I would love to see some photos of the ship, and any further information greatly appreciated, to go with my Uncle's history. (he served with the Australian Merchant navy 1939-1940 before joining the US Merchant Navy and becoming a crew member of the Donerail). I have his two Australian service medals, and his US Merchant Mariner's Medal for being killed in action.).

Many thanks for reading this,

Best wishes

Bob


----------



## paisleymerchant (Mar 15, 2007)

Found this, though cannot find a photo !

http://www.wrecksite.eu/wreck.aspx?137291

http://www.wrecksite.eu/wrecked-on-this-day.aspx?09/12/2010

http://www.cofepow.org.uk/pages/ships_list.html
DONERAIL (Panama)
Sunk 10/12/1941 by IJN Submarine I-10 (Kayahara) in the South Pacific. 27 Machinegunned whilst in lifeboats. ("The Fourth Service") (The Japanese Submarine Force and WW II)


----------



## Bob Lyons (Jan 29, 2011)

Thanks mate, I sure hope some more info becomes available, but this certainly helps.

Best wishes

Bob


----------



## BillH (Oct 10, 2007)

DONERAIL
4,473g. 2,737n. 380.0 x 53.9 x 25.9 feet.
Two, 6-cyl. 4 S.C.S.A. (23¼” x 35-7/16”) engines by the shipbuilder. 629nhp. Twin screw.
30.4.1924: Launched as NORDHVAL by Akt. Burmeister & Wains Maskin-og-Skibsbyggeri, Copenhagen (Yard No.328) for D/S Norden (P.Brown jr. & Company, managers) Copenhagen.
6.1924: Completed.
1940: To the United States Maritime Commission (Union Steamship Company of New Zealand Ltd, temporary managers).
1941: Renamed NORDHVAL under Panama flag and removed from management.
9.12.1941: Sunk by submarine gunfire at a position 8.00N., 152.00W as per #2 above


----------



## wightspirit (Feb 15, 2008)

Google 'Danish Maritime Museum' and click on image archive. Enter the ship's name as Nordhval and it will show about 60 images of ships of that name. It is likely that your ship is shown as the last images on page 8, the others being later ships of the same name.

Dave W


----------



## scorcher (Jul 2, 2007)

Hello Here is a line drawing from "Merchant Ships" of 1939.
of her as NORDHVAL .Taken at a slight angle to avoid the flash. Hope it helps?


----------



## R58484956 (Apr 19, 2004)

Greetings* Bob *and welcome to *SN*. Bon voyage.


----------



## dwhhwd (Feb 4, 2011)

*MV Donerail*

Bob,

I am currently researching my cousin's father, Murray Chambers, who was on the Donerail when it was sunk. He was one of the lucky eight who managed to reach Tarawa in the Gilbert Islands after 38 days in a lifeboat full of Japanese bullet holes. Tarawa was already occupied by the Japanese and he managed to escape in another boat and was picked up by a ship from Fiji. I believe the other seven survivors were Norwegian.
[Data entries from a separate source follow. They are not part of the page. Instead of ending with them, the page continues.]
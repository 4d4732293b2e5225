import "server-only";
import { and, desc, eq, inArray, sql } from "drizzle-orm";
import { alias } from "drizzle-orm/pg-core";
import type { Conn, Database } from "@/db/client";
import { fitRuns, referenceBandSets, revisions, users } from "@/db/schema";
import { ACTIVE_FIT_STATUSES } from "./record";

const baseRevision = alias(revisions, "base_revision");
const resultRevision = alias(revisions, "result_revision");

/** A fit run with the names a page shows beside it. */
function selectRuns(conn: Conn) {
  return (conn as Database)
    .select({
      run: fitRuns,
      startedByName: users.name,
      referenceName: referenceBandSets.name,
      baseRevisionNumber: baseRevision.number,
      resultRevisionNumber: resultRevision.number,
    })
    .from(fitRuns)
    .innerJoin(users, eq(users.id, fitRuns.startedBy))
    .innerJoin(referenceBandSets, eq(referenceBandSets.id, fitRuns.referenceSetId))
    .innerJoin(baseRevision, eq(baseRevision.id, fitRuns.baseRevisionId))
    .leftJoin(resultRevision, eq(resultRevision.id, fitRuns.resultRevisionId));
}

export type FitRunRow = NonNullable<Awaited<ReturnType<typeof getFitRun>>>;

export async function listFitRuns(conn: Conn, proposalId: string, limit = 50) {
  return selectRuns(conn).where(eq(fitRuns.proposalId, proposalId)).orderBy(desc(fitRuns.createdAt)).limit(limit);
}

export async function getFitRun(conn: Conn, fitId: string) {
  const [row] = await selectRuns(conn).where(eq(fitRuns.id, fitId));
  return row ?? null;
}

/** The fit that produced a revision, if one did. */
export async function getFitOfRevision(conn: Conn, revisionId: string) {
  const [row] = await selectRuns(conn).where(eq(fitRuns.resultRevisionId, revisionId));
  return row ?? null;
}

export async function countActiveFits(conn: Conn, userId: string): Promise<number> {
  const [row] = await conn
    .select({ n: sql<number>`count(*)::int` })
    .from(fitRuns)
    .where(and(eq(fitRuns.startedBy, userId), inArray(fitRuns.status, [...ACTIVE_FIT_STATUSES])));
  return row?.n ?? 0;
}

/** Re-runs of a stored fit (reproducibility checks), newest first. */
export async function listReruns(conn: Conn, fitId: string) {
  return selectRuns(conn).where(eq(fitRuns.rerunOf, fitId)).orderBy(desc(fitRuns.createdAt));
}
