import type { ReferenceBands } from "@/lib/tb/analysis/compare-reference";
import type { DocumentFitOptions, DocumentFitProgress } from "@/lib/tb/analysis/fit-document";
import type { ModelDocument } from "@/lib/tb/document";
import type { FitOutcome } from "./record";

/** Messages between a fit thread and the process that owns it (structured clone: Infinity bounds survive). */
export type FitThreadRequest =
  | { type: "run"; doc: ModelDocument; keys: string[]; reference: ReferenceBands; options: Omit<DocumentFitOptions, "onProgress" | "signal"> }
  | { type: "stop" };

export type FitThreadReply =
  | ({ type: "progress" } & DocumentFitProgress)
  | { type: "done"; outcome: FitOutcome }
  | { type: "error"; message: string; inputError: boolean };
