"use client";

import { ActionForm } from "@/app/_components/action-form";
import { followFamilyAction } from "../actions";

/** Follow a family by e-mail: releases, deprecations and withdrawals. */
export function FollowForm({ familySlug, following }: { familySlug: string; following: boolean }) {
  return (
    <ActionForm action={followFamilyAction} label="Follow by e-mail">
      {({ pending }) => (
        <>
          <input type="hidden" name="familySlug" value={familySlug} />
          <input type="hidden" name="follow" value={following ? "no" : "yes"} />
          <button type="submit" disabled={pending} className="rounded-md border border-copper px-3 py-1 font-semibold text-copper-deep">
            {following ? "Stop e-mails about this family" : "E-mail me about new releases"}
          </button>
        </>
      )}
    </ActionForm>
  );
}
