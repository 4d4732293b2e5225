import type { NextConfig } from "next";

const nextConfig: NextConfig = {
  serverExternalPackages: ["pg", "pg-boss", "nodemailer", "smtp-server", "mailparser"],
  experimental: { authInterrupts: true },
  poweredByHeader: false,
  // The build checks the app's own code; `npm test` type-checks everything, tests included (tsc --noEmit).
  typescript: { tsconfigPath: "tsconfig.build.json" },
};

export default nextConfig;
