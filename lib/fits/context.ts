import "server-only";
import { and, eq } from "drizzle-orm";
import type { Conn } from "@/db/client";
import { proposals, referenceBandSets, revisions } from "@/db/schema";
import { getAssignedReviewerIds, getFamilyCuratorIds, getLatestRevision } from "@/board/queries";
import { parseDocument } from "@/board/revision-facts";
import { AppError } from "@/lib/errors";
import { runEngine } from "@/lib/engine-pool/engine";
import type { ModelDocument } from "@/lib/tb/document";
import { listParameters } from "@/lib/tb/parameters";
import type { FitPreview } from "./preview";
import type { StoredReference } from "./problem";
import type { FitSpec } from "./spec";

/** Everything a refit starts from: the proposal's people, the revision to start at, the reference set. */
export interface FitContext {
  proposal: typeof proposals.$inferSelect;
  facts: { stage: (typeof proposals.$inferSelect)["stage"]; authorId: string; familyCuratorIds: string[]; assignedReviewerIds: string[] };
  revision: typeof revisions.$inferSelect;
  document: ModelDocument;
  reference: typeof referenceBandSets.$inferSelect;
  parsedReference: StoredReference;
}

export async function loadFitContext(conn: Conn, proposalId: string, referenceSetId: string, revisionId?: string): Promise<FitContext> {
  const [proposal] = await conn.select().from(proposals).where(eq(proposals.id, proposalId));
  if (!proposal) throw new AppError("not-found:proposal", "That proposal does not exist.");
  const revision = revisionId
    ? ((await conn.select().from(revisions).where(and(eq(revisions.id, revisionId), eq(revisions.proposalId, proposalId))))[0] ?? null)
    : await getLatestRevision(conn, proposalId);
  if (!revision) throw new AppError("not-found:revision", "This proposal has no revision to fit.");
  const parsed = parseDocument(revision.document);
  if (!parsed.ok) throw new AppError("refused:fit-input", `Revision ${revision.number} is not a valid model document, so it cannot be fitted.`);
  const [reference] = await conn
    .select()
    .from(referenceBandSets)
    .where(and(eq(referenceBandSets.id, referenceSetId), eq(referenceBandSets.proposalId, proposalId)));
  if (!reference) {
    throw new AppError("invalid:input", "That reference band set is not attached to this proposal.", { referenceSetId: ["Choose one of this proposal's reference sets."] });
  }
  const familyCuratorIds = await getFamilyCuratorIds(conn, proposal.familyId);
  const assignedReviewerIds = await getAssignedReviewerIds(conn, proposal.id);
  return {
    proposal,
    facts: { stage: proposal.stage, authorId: proposal.authorId, familyCuratorIds, assignedReviewerIds },
    revision,
    document: parsed.doc,
    reference,
    parsedReference: reference.parsed as StoredReference,
  };
}

/**
 * The preview doubles as the input check: anything the engine would refuse is refused here, before a job exists.
 * It is computed on an engine thread (it evaluates the bands and their derivatives at every reference point).
 */
export async function checkedPreview(ctx: FitContext, spec: FitSpec): Promise<FitPreview> {
  const result = await runEngine("fitPreview", ctx.document, ctx.parsedReference, spec);
  if (result.ok) return result.preview;
  const message = inWords(result.message.replace(/^fit: /, ""), ctx.document);
  throw new AppError("refused:fit-input", `This refit cannot start: ${message}.`, undefined, { reasons: [message] });
}

/** Engine messages name parameters by key and open bounds as Infinity; people read labels and ∞. */
function inWords(message: string, doc: ModelDocument): string {
  let out = message.replace(/-Infinity/g, "−∞").replace(/Infinity/g, "+∞");
  // Longest keys first, so onsite/X/s* is not read as onsite/X/s followed by "*".
  for (const p of listParameters(doc).sort((a, b) => b.key.length - a.key.length)) out = out.split(p.key).join(p.label);
  return out;
}
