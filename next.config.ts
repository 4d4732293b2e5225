import type { NextConfig } from "next";
import { STATIC_SECURITY_HEADERS } from "./lib/security-headers";
import { ACTION_BODY_MAX_BYTES } from "./lib/size-limits";

const nextConfig: NextConfig = {
  serverExternalPackages: ["pg", "pg-boss", "nodemailer", "smtp-server", "mailparser"],
  experimental: {
    authInterrupts: true,
    // Form posts carry at most a model document (lib/size-limits.ts); the default 1 MB would cut larger ones off.
    serverActions: { bodySizeLimit: ACTION_BODY_MAX_BYTES },
  },
  poweredByHeader: false,
  // The per-request content security policy and HSTS come from proxy.ts.
  headers: async () => [{ source: "/:path*", headers: [...STATIC_SECURITY_HEADERS] }],
  // The build checks the app's own code; `npm test` type-checks everything, tests included (tsc --noEmit).
  typescript: { tsconfigPath: "tsconfig.build.json" },
};

export default nextConfig;
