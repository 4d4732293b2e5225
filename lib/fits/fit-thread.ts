import { parentPort } from "node:worker_threads";
import { fitDocument } from "@/lib/tb/analysis/fit-document";
import { FitInputError } from "@/lib/tb/analysis/fit-input";
import type { FitThreadReply, FitThreadRequest } from "./fit-thread-protocol";
import { outcomeOf } from "./record";

/* One refit per thread: the owning process stays free to write progress and to hear a cancel request. */
const port = parentPort;
if (!port) throw new Error("fit-thread runs only as a worker thread");
const controller = new AbortController();
const reply = (msg: FitThreadReply) => port.postMessage(msg);

port.on("message", async (msg: FitThreadRequest) => {
  if (msg.type === "stop") return controller.abort();
  try {
    const result = await fitDocument(msg.doc, msg.keys, msg.reference, {
      ...msg.options,
      signal: controller.signal,
      onProgress: (p) => reply({ type: "progress", ...p }),
    });
    reply({ type: "done", outcome: outcomeOf(result) });
  } catch (err) {
    reply({ type: "error", message: err instanceof Error ? err.message : String(err), inputError: err instanceof FitInputError });
  }
});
Thanks to your discussions, I am now able to send my cousin a picture and line drawing of the Donerail.

Many thanks.

David Henderson
Brisbane Australia


----------



## BillH (Oct 10, 2007)

BillH said:


> DONERAIL
> 4,473g. 2,737n. 380.0 x 53.9 x 25.9 feet.
> Two, 6-cyl. 4 S.C.S.A. (23¼” x 35-7/16”) engines by the shipbuilder. 629nhp. Twin screw.
> 30.4.1924: Launched as NORDHVAL by Akt. Burmeister & Wains Maskin-og-Skibsbyggeri, Copenhagen (Yard No.328) for D/S Norden (P.Brown jr. & Company, managers) Copenhagen.
> ...


Apologies should have read renamed DONERAIL in 1941


----------



## dwhhwd (Feb 4, 2011)

*Location ot the Donerail (Nordhval) sinking?*

To all,

In my researching of the sinking of the M.V. Donerail, on 9/10 Dec 1941 by the Japanese submarine I-10, I have found conflicting information regarding its location when sunk.

Most reports put it at 200miles SE of Hawaii, while the only LAT/LONG quoted is 08N 152 W.

However, this LAT/LONG position puts it over 700 miles SSE of Hawaii.

I note however, that a LAT/LONG of 18N 152W would put it almost exactly 200miles SE of Hawaii.

Does anyone have any authoritative information regarding the location of the Donerail when it sunk.

Regards

David Henderson
Brisbane, Australia


----------



## dwhhwd (Feb 4, 2011)

*Donerail Article in NZ Press*

Bob,

There is a good article in the NZ Press re the sinking of the Donerail.

Go to:

http://paperspast.natlib.govt.nz/cgi-bin/paperspast

and type "donerail" in the search window.

There are two articles; the second being quite comprehensive.

Regards

David


----------



## Bob Lyons (Jan 29, 2011)

Sorry for my silence, work has had me in it's grip, and only just able
to get a reply going now.

Scorcher, many thanks for that photo, a gem, I tried to get some photos from the Danish site, but my computer skills let me down badly on that ! 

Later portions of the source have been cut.